Problem description
Could you find every line in the entries below that holds the word "filename" and copy it?

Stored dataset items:
::::::
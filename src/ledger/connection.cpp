#include "ledger/connection.hpp"

#include <fmt/format.h>
#include <sqlite3.h>

#include <chrono>
#include <filesystem>
#include <thread>

#include "ledger/schema.hpp"
#include "ringwright/error.hpp"

namespace ringwright::ledger {
namespace {

constexpr int patience_ms = 30000;

[[noreturn]] void refuse_other(const std::string& path) {
    throw InputError(
        {path, "", "this file is no ledger", "Name another file with --ledger; it was not changed."});
}

[[noreturn]] void refuse_newer(const std::string& path, int version) {
    throw InputError({path, "",
                      fmt::format("this ledger was written by a newer version (schema {}, known here: {})",
                                  version, schema::current_version),
                      "Use the newer program; the ledger was not changed."});
}

void require_usable(const std::string& path, const schema::Identity& identity) {
    if (identity.kind == schema::Kind::other) refuse_other(path);
    if (identity.version > schema::current_version) refuse_newer(path, identity.version);
}

/// Makes or lifts the tables, unless another process was faster.
void make_current(SQLite::Database& database, const std::string& path) {
    WriteTransaction transaction(database);
    const schema::Identity identity = schema::identify(database);
    require_usable(path, identity);
    if (identity.version < schema::current_version)
        schema::lift(database, identity.version, schema::current_version);
    transaction.commit();
}

/// The change of journal needs the file for itself for a moment and does not wait for it by its own.
void use_write_ahead_log(SQLite::Database& database) {
    const auto deadline = std::chrono::steady_clock::now() + std::chrono::milliseconds(patience_ms);
    for (;;) {
        try {
            if (database.execAndGet("PRAGMA journal_mode = WAL").getString() == "wal") return;
        } catch (const SQLite::Exception& error) {
            if (error.getErrorCode() != SQLITE_BUSY && error.getErrorCode() != SQLITE_LOCKED) throw;
        }
        if (std::chrono::steady_clock::now() > deadline)
            throw SQLite::Exception("another program keeps the ledger locked", SQLITE_BUSY);
        std::this_thread::sleep_for(std::chrono::milliseconds(20));
    }
}

/// A path as part of a URI: SQLite takes ? # % apart.
std::string uri_path(const std::string& path) {
    std::string escaped;
    for (const char letter : path) {
        if (letter == '?' || letter == '#' || letter == '%')
            escaped += fmt::format("%{:02X}", static_cast<unsigned char>(letter));
        else
            escaped += letter;
    }
    return escaped;
}

bool has_unmerged_log(const std::string& path) {
    std::error_code error;
    const auto size = std::filesystem::file_size(path + "-wal", error);
    return !error && size > 0;
}

std::unique_ptr<SQLite::Database> connect_to_read(const std::string& path) {
    auto database = std::make_unique<SQLite::Database>(path, SQLite::OPEN_READWRITE, patience_ms);
    database->exec("PRAGMA query_only = ON");
    database->execAndGet("PRAGMA user_version").getInt();
    return database;
}

/// In a folder that cannot be written no log can be opened beside the file; without one, none is needed.
std::unique_ptr<SQLite::Database> connect_read_only(const std::string& path) {
    try {
        return connect_to_read(path);
    } catch (const SQLite::Exception& error) {
        const int code = error.getErrorCode();
        if ((code != SQLITE_CANTOPEN && code != SQLITE_READONLY) || has_unmerged_log(path)) throw;
    }
    return std::make_unique<SQLite::Database>("file:" + uri_path(path) + "?immutable=1",
                                              SQLite::OPEN_READONLY | SQLite::OPEN_URI, patience_ms);
}

void require_file(const std::string& path) {
    std::error_code error;
    if (std::filesystem::is_regular_file(path, error)) return;
    throw InputError({path, "", "there is no ledger here",
                      "`identify` or `verify` with --ledger, or `ledger add`, starts one."});
}

}  // namespace

void rethrow(const std::string& path, const SQLite::Exception& error) {
    const std::string said = error.what();
    switch (error.getErrorCode()) {
        case SQLITE_NOTADB:
            refuse_other(path);
        case SQLITE_CORRUPT:
            throw InputError({path, "", fmt::format("the ledger file is damaged ({})", said),
                              "Restore it from a copy; `ledger check` tells the first entry that is lost."});
        case SQLITE_FULL:
            throw OutputError({path, "", fmt::format("there is no room left for the ledger ({})", said),
                               "Make room and file the result again; the entries in it are as they were."});
        case SQLITE_BUSY:
        case SQLITE_LOCKED:
            throw OutputError({path, "", fmt::format("another program keeps the ledger locked ({})", said),
                               "Close it and file the result again."});
        case SQLITE_READONLY:
        case SQLITE_CANTOPEN:
        case SQLITE_PERM:
            throw OutputError({path, "", fmt::format("the ledger cannot be opened for writing ({})", said),
                               "Check that file and folder exist and may be written."});
        default:
            throw OutputError(
                {path, "", fmt::format("the ledger cannot be written ({})", said),
                 "Check the disk and file the result again; the entries in it are as they were."});
    }
}

std::unique_ptr<SQLite::Database> open_for_adding(const std::string& path) {
    auto database =
        std::make_unique<SQLite::Database>(path, SQLite::OPEN_READWRITE | SQLite::OPEN_CREATE, patience_ms);
    database->exec("PRAGMA synchronous = FULL");
    database->exec("PRAGMA foreign_keys = ON");
    const schema::Identity identity = schema::identify(*database);
    require_usable(path, identity);
    if (identity.version < schema::current_version) make_current(*database, path);
    use_write_ahead_log(*database);
    return database;
}

std::unique_ptr<SQLite::Database> open_for_reading(const std::string& path) {
    require_file(path);
    auto database = connect_read_only(path);
    const schema::Identity identity = schema::identify(*database);
    if (identity.kind == schema::Kind::empty) refuse_other(path);
    require_usable(path, identity);
    return database;
}

WriteTransaction::WriteTransaction(SQLite::Database& database) : database_(database) {
    database_.exec("BEGIN IMMEDIATE");
}

WriteTransaction::~WriteTransaction() {
    if (open_) (void)database_.tryExec("ROLLBACK");
}

void WriteTransaction::commit() {
    database_.exec("COMMIT");
    open_ = false;
}

}  // namespace ringwright::ledger
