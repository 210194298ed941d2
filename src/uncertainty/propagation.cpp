#include "ringwright/propagation.hpp"

#include <algorithm>
#include <cassert>
#include <cmath>

#include "ringwright/distributions.hpp"

namespace ringwright {
namespace {

constexpr double infinity = std::numeric_limits<double>::infinity();

double central_difference(const ModelFunction& model, std::vector<double>& at, std::size_t input,
                          double step) {
    const double centre = at[input];
    at[input] = centre + step;
    const double above = model(at);
    const double stretch_above = at[input] - centre;
    at[input] = centre - step;
    const double below = model(at);
    const double stretch_below = centre - at[input];
    at[input] = centre;
    return (above - below) / (stretch_above + stretch_below);
}

/// Step of the differences: a standard uncertainty, but no more than 1e-3 of the value, where the
/// extrapolation is good to 1e-12 and rounding costs 1e-13/1e-3.
double step_of(const ModelInput& input) {
    const double size = std::abs(input.value);
    if (input.standard_uncertainty > 0.0)
        return size > 0.0 ? std::min(input.standard_uncertainty, 1e-3 * size) : input.standard_uncertainty;
    return size > 0.0 ? 1e-3 * size : 1e-3;
}

/// Richardson's extrapolation of two central differences: error of fourth order in the step.
std::vector<double> numeric_gradient(const std::vector<ModelInput>& inputs, const ModelFunction& model,
                                     std::vector<double> at) {
    std::vector<double> gradient(inputs.size());
    for (std::size_t i = 0; i < inputs.size(); ++i) {
        // An input as uncertain as it is small still needs a step that the rounding of f does not drown.
        const double step = std::max(step_of(inputs[i]), 1e-7 * std::abs(inputs[i].value));
        const double coarse = central_difference(model, at, i, step);
        const double fine = central_difference(model, at, i, step / 2.0);
        gradient[i] = (4.0 * fine - coarse) / 3.0;
    }
    return gradient;
}

/// Σ_j r_ij c_j u_j for each i, the uncorrelated own term included.
std::vector<double> correlated_sums(const std::vector<double>& signed_contributions,
                                    const std::vector<InputCorrelation>& correlations) {
    std::vector<double> sums = signed_contributions;
    for (const InputCorrelation& pair : correlations) {
        assert(pair.first != pair.second);
        sums[pair.first] += pair.coefficient * signed_contributions[pair.second];
        sums[pair.second] += pair.coefficient * signed_contributions[pair.first];
    }
    return sums;
}

std::vector<double> signed_contributions(const std::vector<ModelInput>& inputs, const Propagated& result) {
    std::vector<double> products(inputs.size());
    for (std::size_t i = 0; i < inputs.size(); ++i)
        products[i] = result.contributions[i].sensitivity * inputs[i].standard_uncertainty;
    return products;
}

double welch_satterthwaite(const std::vector<ModelInput>& inputs, const std::vector<double>& contributions,
                           double standard_uncertainty) {
    double sum = 0.0;
    for (std::size_t i = 0; i < inputs.size(); ++i) {
        if (!std::isfinite(inputs[i].degrees_of_freedom)) continue;
        sum += std::pow(contributions[i] / standard_uncertainty, 4) / inputs[i].degrees_of_freedom;
    }
    return sum > 0.0 ? 1.0 / sum : infinity;
}

double combined_variance(const std::vector<double>& products,
                         const std::vector<InputCorrelation>& correlations) {
    const std::vector<double> sums = correlated_sums(products, correlations);
    double variance = 0.0;
    for (std::size_t i = 0; i < products.size(); ++i) variance += products[i] * sums[i];
    return variance;
}

/// How much wider than t·u the input's interval is on one side; on the logarithm where both allow it.
double side_ratio(const ModelInput& input, bool upper, double confidence_level, bool positive) {
    if (!input.interval || !(input.standard_uncertainty > 0.0)) return 1.0;
    const double symmetric =
        student_t_factor(confidence_level, input.degrees_of_freedom) * input.standard_uncertainty;
    const double end = upper ? input.interval->high : input.interval->low;
    if (positive && input.value > 0.0 && end > 0.0)
        return std::abs(std::log(end / input.value)) * input.value / symmetric;
    return std::abs(end - input.value) / symmetric;
}

/// Half-width of the result on one side, in the unit of the result.
double half_width(const Propagated& result, const std::vector<ModelInput>& inputs,
                  const std::vector<InputCorrelation>& correlations, double confidence_level, bool positive,
                  bool upper) {
    std::vector<double> products = signed_contributions(inputs, result);
    for (std::size_t i = 0; i < inputs.size(); ++i) {
        if (products[i] == 0.0) continue;
        const bool upper_end_drives = upper == (products[i] > 0.0);
        products[i] *= side_ratio(inputs[i], upper_end_drives, confidence_level, positive);
    }
    const double variance = combined_variance(products, correlations);
    if (std::isnan(variance) || std::isinf(variance)) return infinity;
    if (!(variance > 0.0)) return 0.0;
    const double uncertainty = std::sqrt(variance);
    return student_t_factor(confidence_level, welch_satterthwaite(inputs, products, uncertainty)) *
           uncertainty;
}

}  // namespace

Propagated propagate(const std::vector<ModelInput>& inputs, const ModelFunction& model,
                     const std::vector<InputCorrelation>& correlations, const ModelGradient& gradient) {
    std::vector<double> at;
    for (const ModelInput& input : inputs) at.push_back(input.value);
    const std::vector<double> sensitivities = gradient ? gradient(at) : numeric_gradient(inputs, model, at);

    Propagated result;
    result.value = model(at);
    for (std::size_t i = 0; i < inputs.size(); ++i)
        result.contributions.push_back(
            {sensitivities[i], std::abs(sensitivities[i]) * inputs[i].standard_uncertainty, 0.0});

    const std::vector<double> products = signed_contributions(inputs, result);
    const std::vector<double> sums = correlated_sums(products, correlations);
    const double variance = combined_variance(products, correlations);
    if (!(variance > 0.0)) return result;
    result.standard_uncertainty = std::sqrt(variance);
    for (std::size_t i = 0; i < inputs.size(); ++i)
        result.contributions[i].share = products[i] * sums[i] / variance;
    result.degrees_of_freedom = welch_satterthwaite(inputs, products, result.standard_uncertainty);
    return result;
}

double propagated_covariance(const std::vector<ModelInput>& inputs,
                             const std::vector<InputCorrelation>& correlations, const Propagated& first,
                             const Propagated& second) {
    const std::vector<double> sums = correlated_sums(signed_contributions(inputs, second), correlations);
    const std::vector<double> products = signed_contributions(inputs, first);
    double covariance = 0.0;
    for (std::size_t i = 0; i < inputs.size(); ++i) covariance += products[i] * sums[i];
    return covariance;
}

Estimate estimate_of(const Propagated& result, const std::vector<ModelInput>& inputs,
                     const std::vector<InputCorrelation>& correlations, double confidence_level,
                     bool positive) {
    const bool logarithmic = positive && result.value > 0.0;
    const double above = half_width(result, inputs, correlations, confidence_level, logarithmic, true);
    const double below = half_width(result, inputs, correlations, confidence_level, logarithmic, false);
    Estimate estimate{result.value, result.standard_uncertainty, {}, result.degrees_of_freedom};
    if (logarithmic)
        estimate.interval = {result.value * std::exp(-below / result.value),
                             result.value * std::exp(above / result.value)};
    else
        estimate.interval = {result.value - below, result.value + above};
    return estimate;
}

}  // namespace ringwright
::::::
Answer to this exercise
filename src/ledger/connection.cpp
filename src/uncertainty/propagation.cpp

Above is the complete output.